▶ Records supplied:

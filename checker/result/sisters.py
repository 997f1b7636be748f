"""Compare the lengths of sister hulls: one that is far from the others is a typing error or another route."""

from __future__ import annotations

from collections.abc import Iterable, Mapping, Sequence
from dataclasses import dataclass, field
from statistics import median_low

from checker.boat.hull import Boat
from checker.finding import Outcome, Span, Verdict
from checker.limits.sisters_rule import SistersRule, sisters_rule
from checker.result.cards import LENGTH_FAR_FROM_SISTERS

HULLS = "hulls/"
"""The folder of the hulls' files: only a length that is written there is a hull's own."""


@dataclass(frozen=True, slots=True)
class Length:
    """Hold the length of one conductor of one hull, m, and where it is written."""

    conductor: str
    circuit: str
    length_m: float
    at: Span


@dataclass(frozen=True, slots=True)
class Lengths:
    """Hold the lengths of one boat, m, by conductor, and those that a hull's own file gives."""

    all_m: Mapping[str, float] = field(default_factory=dict)
    own: tuple[Length, ...] = ()


def lengths_of(boat: Boat) -> Lengths:
    """Return the lengths of a boat."""
    own = (c for c in boat.conductors.values() if c.at_length.file.startswith(HULLS))
    return Lengths(
        {name: conductor.length_m for name, conductor in boat.conductors.items()},
        tuple(Length(c.id, c.circuit, c.length_m, c.at_length) for c in own),
    )


def far_lengths(hulls: Sequence[tuple[str, Lengths]], designs: Iterable[Lengths]) -> dict[str, list[Outcome]]:
    """Return for each hull the lengths of its own that are far from its sisters'.

    Args:
        hulls: The hulls of one class with their lengths.
        designs: The lengths of the class with each option set, for what fewer hulls have.
    """
    if not any(lengths.own for _, lengths in hulls):
        return {}
    rule = sisters_rule()
    known: dict[str, list[float]] = {}
    for _, lengths in hulls:
        for name, length_m in lengths.all_m.items():
            known.setdefault(name, []).append(length_m)
    design_m: dict[str, float] = {}
    for design in designs:
        for name, length_m in design.all_m.items():
            design_m.setdefault(name, length_m)
    found: dict[str, list[Outcome]] = {}
    for hull, lengths in hulls:
        for length in lengths.own:
            others = known[length.conductor]
            enough = len(others) >= rule.fewest_hulls
            usual_m = median_low(others) if enough else design_m.get(length.conductor)
            if usual_m is not None and _is_far(length.length_m, usual_m, rule):
                found.setdefault(hull, []).append(_outcome(length, usual_m, len(others)))
    return found


def _is_far(length_m: float, usual_m: float, rule: SistersRule) -> bool:
    difference_m = abs(length_m - usual_m)
    return difference_m > rule.least_difference_m and difference_m > rule.most_fraction * usual_m


def _outcome(length: Length, usual_m: float, hulls: int) -> Outcome:
    card = LENGTH_FAR_FROM_SISTERS
    of = f"the middle one of {hulls} hulls" if hulls >= sisters_rule().fewest_hulls else "in the class"
    return Outcome(
        verdict=Verdict.FINDING, check=card.id, level=card.level, part=length.conductor, circuit=length.circuit,
        at=length.at, fault=f"{length.length_m:.2f} m here, {usual_m:.2f} m is {of}",
        remedy="measure again; if it is right, say in the change why the route differs",
        inputs=(("length", f"{length.length_m:.3f} m"), ("usual", f"{usual_m:.3f} m")),
    )  # fmt: skip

▶ Exercise details: How many lines in the data contain the string "SistersRule"? Respond with the number only.

▶ Result: 2